To narrow the reasons longer-segment implants may fail, the team tested whether morbidity of tracheal replacement in and of itself is contributing to failure. Avoiding detrimental immune responses, the investigators implanted genetically-identical tracheas from one mouse into another, just connecting ends of the donor trachea with the host’s.

“The grafts heal remarkably well and do not develop stenosis or collapse or show signs of respiratory distress,” Dr. Chiang says.

Because of the natural lack of blood supply to the trachea, other studies have suggested a need for staging TETG implants by first putting them where they can create a new blood supply and then implanting them in the windpipe. But the success of the syngeneic implants suggests that with the right construct, that may not be necessary, the researchers say.

Whether or not graft seeding helps with performance of the implants has been controversial. In the mouse models, the investigators saw no differences in the degree of epithelialization or the model’s survival when using grafts seeded with bone marrow mononuclear cells versus unseeded.

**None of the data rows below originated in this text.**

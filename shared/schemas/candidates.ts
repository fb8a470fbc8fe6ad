import { z } from 'zod'
import { id, issue, name, numberBetween, text, wholeBetween } from './common'
import { candidateParts } from './parts'
import { candidateValues } from './values'
import { families } from '../modulation'

/** A row's family: one of the core's, or entered for a scheme outside the model. */
export const familyIds = [...families.map(f => f.id), 'entered'] as const
export type CandidateFamily = (typeof familyIds)[number]

export const bases = ['uncoded', 'rateThreshold', 'entered'] as const
/** What a rate threshold is counted with. */
export const rateKinds = ['bitMetricRate', 'mutualInformation'] as const
export const labellings = ['family', 'natural', 'own'] as const
export const probabilityRules = ['equal', 'shaped', 'own'] as const
export const decisions = ['minimumDistance', 'map'] as const
export const channels = ['awgn', 'rayleigh', 'rician', 'nakagami'] as const
export const lattices = ['A2', 'D4', 'E8'] as const
export const normalisations = ['meanEnergy', 'peakEnergy', 'minimumDistance'] as const
export const backOffs = ['simulated', 'entered', 'papr'] as const
export const roles = ['reference', 'chosen', 'fallback', 'rejected'] as const

const snrDb = (what: string) => numberBetween(-60, 120, `Enter ${what} of the SNR range from −60 to 120 dB.`)
const ratio = numberBetween(1e-3, 1e3, 'A ring ratio is a number from 0.001 to 1,000.')
const coordinate = numberBetween(-1e9, 1e9, 'A coordinate is a number from −1e9 to 1e9.')

const order = wholeBetween(2, 4096, 'Order M is a whole number from 2 to 4096.')
const rings = z.array(wholeBetween(1, 4096, 'A ring has 1 to 4096 points.')).min(1, 'Enter at least one ring.').max(64, 'At most 64 rings.')
const ratios = z.array(ratio).max(63, 'At most 63 ring ratios.')
const phasesDeg = z.array(numberBetween(-360, 360, 'A ring phase is from −360° to 360°.')).max(64, 'At most 64 ring phases.')
const lattice = z.enum(lattices, { error: 'A lattice is A2, D4 or E8.' })
const offset = z.array(numberBetween(-1e3, 1e3, 'An offset is of numbers from −1,000 to 1,000, in minimum distances.'))
  .min(1, 'An offset has a coordinate for each dimension.').max(8, 'An offset has at most 8 coordinates.')

/** Families that a Cartesian product may be made of: products are not nested, and points of one's own stand by themselves. */
export const factorFamilies = families.map(f => f.id).filter(family => !['product', 'custom'].includes(family))

/** One factor of a Cartesian product: a family with its parameters. */
export const factor = z.strictObject({
  family: z.enum(factorFamilies, { error: 'A factor is a family of the list other than a product or points of your own.' }),
  order: order.optional(), rings: rings.optional(), ratios: ratios.optional(), phasesDeg: phasesDeg.optional(),
  lattice: lattice.optional(), offset: offset.optional(),
})
export type Factor = z.infer<typeof factor>

/**
 * Inputs of a candidate: what the reader enters in one row.
 * Fields of other families stay as they are and are not used, so that a change of family loses nothing.
 */
export const candidateInputs = z.strictObject({
  name: name('the candidate\'s name'),
  family: z.enum(familyIds, { error: 'Choose a family of the list.' }),
  /** number of points M */
  order: order.nullable(),
  /** APSK: points on each ring, the innermost first */
  rings: rings.nullable(),
  /** APSK: radius of each further ring over that of the first ring of more than one point */
  ratios: ratios.nullable(),
  /** APSK: phase of each ring's first point in degrees; null: π/n */
  phasesDeg: phasesDeg.nullable(),
  /** custom: M points of N coordinates in signal units */
  points: z.array(z.array(coordinate).min(1, 'A point has 1 to 8 coordinates.').max(8, 'A point has at most 8 coordinates.'))
    .min(2, 'Enter 2 to 4096 points.').max(4096, 'Enter 2 to 4096 points.').nullable(),
  /** lattice: which one, and where its cut is centred, in minimum distances; null: the family's own */
  lattice: lattice.nullable(),
  offset: offset.nullable(),
  /** Cartesian product: its factors */
  factors: z.array(factor).min(2, 'A product has 2 to 8 factors.').max(8, 'A product has 2 to 8 factors.').nullable(),
  labelling: z.enum(labellings, { error: 'Labels are the family\'s, natural binary, or your own.' }),
  /** own labels: a word of k bits for each point, the most significant bit first */
  labels: z.array(z.string({ error: 'A label is a word of bits such as 0110.' }).regex(/^[01]{1,12}$/, 'A label is a word of 1 to 12 bits such as 0110.'))
    .min(2, 'Enter a label for each point.').max(4096, 'Enter a label for each point, at most 4096.').nullable(),
  probabilityRule: z.enum(probabilityRules, { error: 'Probabilities are equal, shaped to an entropy, or your own.' }),
  /** wanted entropy H of shaped (Maxwell–Boltzmann) probabilities, bit per symbol */
  shapedEntropy: numberBetween(1e-3, 12, 'Enter an entropy above 0 and up to the bits per symbol k.').nullable(),
  /** own probabilities, one for each point */
  probabilities: z.array(numberBetween(0, 1, 'A probability is from 0 to 1.'))
    .min(2, 'Enter a probability for each point.').max(4096, 'Enter a probability for each point, at most 4096.').nullable(),
  decision: z.enum(decisions, { error: 'Decisions are by minimum distance or MAP.' }),
  normalisation: z.enum(normalisations, { error: 'Normalise to mean energy, peak energy or minimum distance.' }),
  /** minimum distance in signal units, where that is the normalisation */
  spacing: numberBetween(1e-9, 1e9, 'Spacing is a distance from 1e-9 to 1e9 signal units.').nullable(),
  basis: z.enum(bases, { error: 'The basis is uncoded, a rate threshold or entered.' }),
  codeRate: numberBetween(1e-6, 1, 'A code rate is above 0 and up to 1.'),
  /** rate threshold: what reaches the net bits per symbol, and how far the decoder stays above it */
  rateKind: z.enum(rateKinds, { error: 'A rate threshold is of the bit-metric rate or of the mutual information.' }),
  decoderGapDb: numberBetween(0, 60, 'Enter a decoder gap from 0 to 60 dB.').nullable(),
  decoderGapSource: text(300),
  enteredEsN0Db: numberBetween(-60, 120, 'Enter a required Es/N0 from −60 to 120 dB.').nullable(),
  enteredNetBits: numberBetween(1e-6, 64, 'Enter net bits per symbol above 0 and up to 64.').nullable(),
  enteredSource: text(300),
  channel: z.enum(channels, { error: 'The channel is AWGN, Rayleigh, Rician or Nakagami.' }),
  ricianKDb: numberBetween(-60, 60, 'Enter a Rician K from −60 to 60 dB.').nullable(),
  nakagamiM: numberBetween(0.5, 100, 'Enter a Nakagami m from 0.5 to 100.').nullable(),
  /** fading: branches of the maximal-ratio combiner */
  branches: wholeBetween(1, 16, 'Enter 1 to 16 branches.'),
  /** r.m.s. carrier phase error in degrees; 0: none */
  phaseErrorDeg: numberBetween(0, 45, 'Enter an r.m.s. phase error from 0° to 45°.'),
  /** symbols of a frame, for its error rate */
  frameSymbols: wholeBetween(1, 1e9, 'Enter 1 to 1,000,000,000 symbols a frame.').nullable(),
  snrStart: snrDb('the start'),
  snrStop: snrDb('the stop'),
  snrStep: numberBetween(1e-3, 120, 'The step of the SNR range is from 0.001 to 120 dB.'),
  /** null: the study's */
  rollOff: numberBetween(0, 1, 'Enter a roll-off from 0 to 1.').nullable(),
  backOff: z.enum(backOffs, { error: 'Back-off is simulated, entered, or the constellation\'s PAPR alone.' }),
  backOffDb: numberBetween(0, 60, 'Enter a back-off from 0 to 60 dB.').nullable(),
  /** probability with which the simulated back-off may be exceeded */
  backOffExceedance: numberBetween(1e-4, 0.1, 'Exceedance probability is from 1e-4 to 0.1.'),
  /** null: the study's */
  implementationLossDb: numberBetween(0, 100, 'Enter an implementation loss from 0 to 100 dB.').nullable(),
  role: z.enum(roles, { error: 'A role is reference, chosen, fallback or rejected.' }).nullable(),
  roleReason: text(1000),
  note: text(2000),
})
export type CandidateInputs = z.infer<typeof candidateInputs>
export type CandidateField = keyof CandidateInputs

/** What a new row starts with. */
export const defaultInputs: CandidateInputs = {
  name: '16-QAM', family: 'qam', order: 16, rings: null, ratios: null, phasesDeg: null, points: null,
  lattice: null, offset: null, factors: null,
  labelling: 'family', labels: null, probabilityRule: 'equal', shapedEntropy: null, probabilities: null, decision: 'minimumDistance',
  normalisation: 'meanEnergy', spacing: null, basis: 'uncoded', codeRate: 1,
  rateKind: 'bitMetricRate', decoderGapDb: null, decoderGapSource: '',
  channel: 'awgn', ricianKDb: null, nakagamiM: null, branches: 1, phaseErrorDeg: 0, frameSymbols: null,
  enteredEsN0Db: null, enteredNetBits: null, enteredSource: '',
  snrStart: 0, snrStop: 40, snrStep: 1, rollOff: null, backOff: 'simulated', backOffDb: null, backOffExceedance: 1e-3,
  implementationLossDb: null, role: null, roleReason: '', note: '',
}

/** Inputs as they are stored: rows of earlier versions lack the fields that came later, which then take their defaults. */
export const completeInputs = (stored: Partial<CandidateInputs>): CandidateInputs => ({ ...defaultInputs, ...stored })

/** One new row: some or all of the inputs; what is left out takes its default, the name is made from the family. */
export const candidateCreation = candidateInputs.partial()

/** POST /api/studies/{id}/candidates: one row, or many in `items`; `after` places them behind that row. */
const manyCreation = z.strictObject({
  items: z.array(candidateCreation, { error: 'Send a list of rows.' }).min(1, 'Send at least one row.').max(2000, 'Send at most 2,000 rows at a time.'),
  after: id.nullable().optional(),
})
export const candidatesCreation = z.union([manyCreation, candidateCreation])
export type CandidatesCreation = z.infer<typeof candidatesCreation>

/** Which of the two is meant: a union would tell a mistake in `items` as if the field did not exist. */
export const candidatesCreationOf = (body: unknown): z.ZodType<CandidatesCreation> =>
  typeof body === 'object' && body !== null && 'items' in body ? manyCreation : candidateCreation

/** PATCH /api/candidates/{id} */
export const candidateChange = candidateInputs.partial()
export type CandidateChange = z.infer<typeof candidateChange>

const ids = z.array(id).min(1, 'Name at least one row.').max(10_000, 'Name at most 10,000 rows.')
/** POST /api/studies/{id}/candidates/delete, …/restore, …/duplicate */
export const candidateSelection = z.strictObject({ ids })
/** POST /api/studies/{id}/candidates/move: puts the rows, in the order given, behind `after` (null: first). */
export const candidateMove = z.strictObject({ ids, after: id.nullable() })
/** PUT /api/studies/{id}/pins: the pinned rows' slots on the overlay, 1 to 12. */
export const pinChange = z.strictObject({ candidate: id, pinned: z.boolean({ error: 'Pinned is true or false.' }) })

export const candidateStates = ['computing', 'computed', 'failed'] as const

/** One row of the grid as the server sends it. */
export const candidate = z.object({
  id, studyId: id, version: z.int(), position: z.number(),
  /** slot on the overlay, 1 to 12: it fixes colour, dash and marker */
  pin: z.int().nullable(),
  sweepId: id.nullable(),
  createdAt: z.string(), updatedAt: z.string(),
  inputs: candidateInputs,
  state: z.enum(candidateStates),
  /** why the row failed: where, and what is allowed */
  errors: z.array(issue),
  values: candidateValues.nullable(),
  /** columns that need heavy work, as far as somebody has asked for them */
  parts: candidateParts,
})
export type Candidate = z.infer<typeof candidate>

The investigators found, however, that seeded cells are rapidly cleared from the scaffold. They suggest that strategies to improve the persistence of seeded cells potentially could influence the outcome, but that remains to be seen.

The researchers are continuing their investigations, Dr. Chiang says. “The next questions are how can we accelerate the re-epithelialization process and how can we incorporate and improve compatibility of these materials with the body so that we can scale up from a patch model to something more clinically viable.”

 

References:

  1. Schwartz CM, Stack J, Hill CL, Lallier SW, Chiang T, Johnson J, Reynolds SD. Electrospun scaffolds limit the regenerative potential of the airway epithelium. Laryngoscope Investigative Otolaryngology. 2019 Aug; 4(4):446-454.
  2. Dharmadhikari S, Liu L, Shontz K, Wiet M, White A, Goins A, Akula H, Johnson J, Reynolds SD, Breuer CK, Chiang T. Deconstructing tissue engineered trachea: Assessing he ole of synthetic scaffolds, segmental replacement and sell seeding on cell performance. Acta Biomaterialia. 2020 Jan 15;102:181-191.
  3. Pepper V, Best CA, Buckley K, Schwartz C, Onwuka E, King N, White A, Dharmadhikari S, Reynolds SD, Johnson J, Grischkan J, Breuer CK, Chiang T. Factors influencing poor outcomes in synthetic tissue-engineered tracheal replacement. Otolaryngology – Head and Neck Surgery. 2019 Sep;161(3):458-467.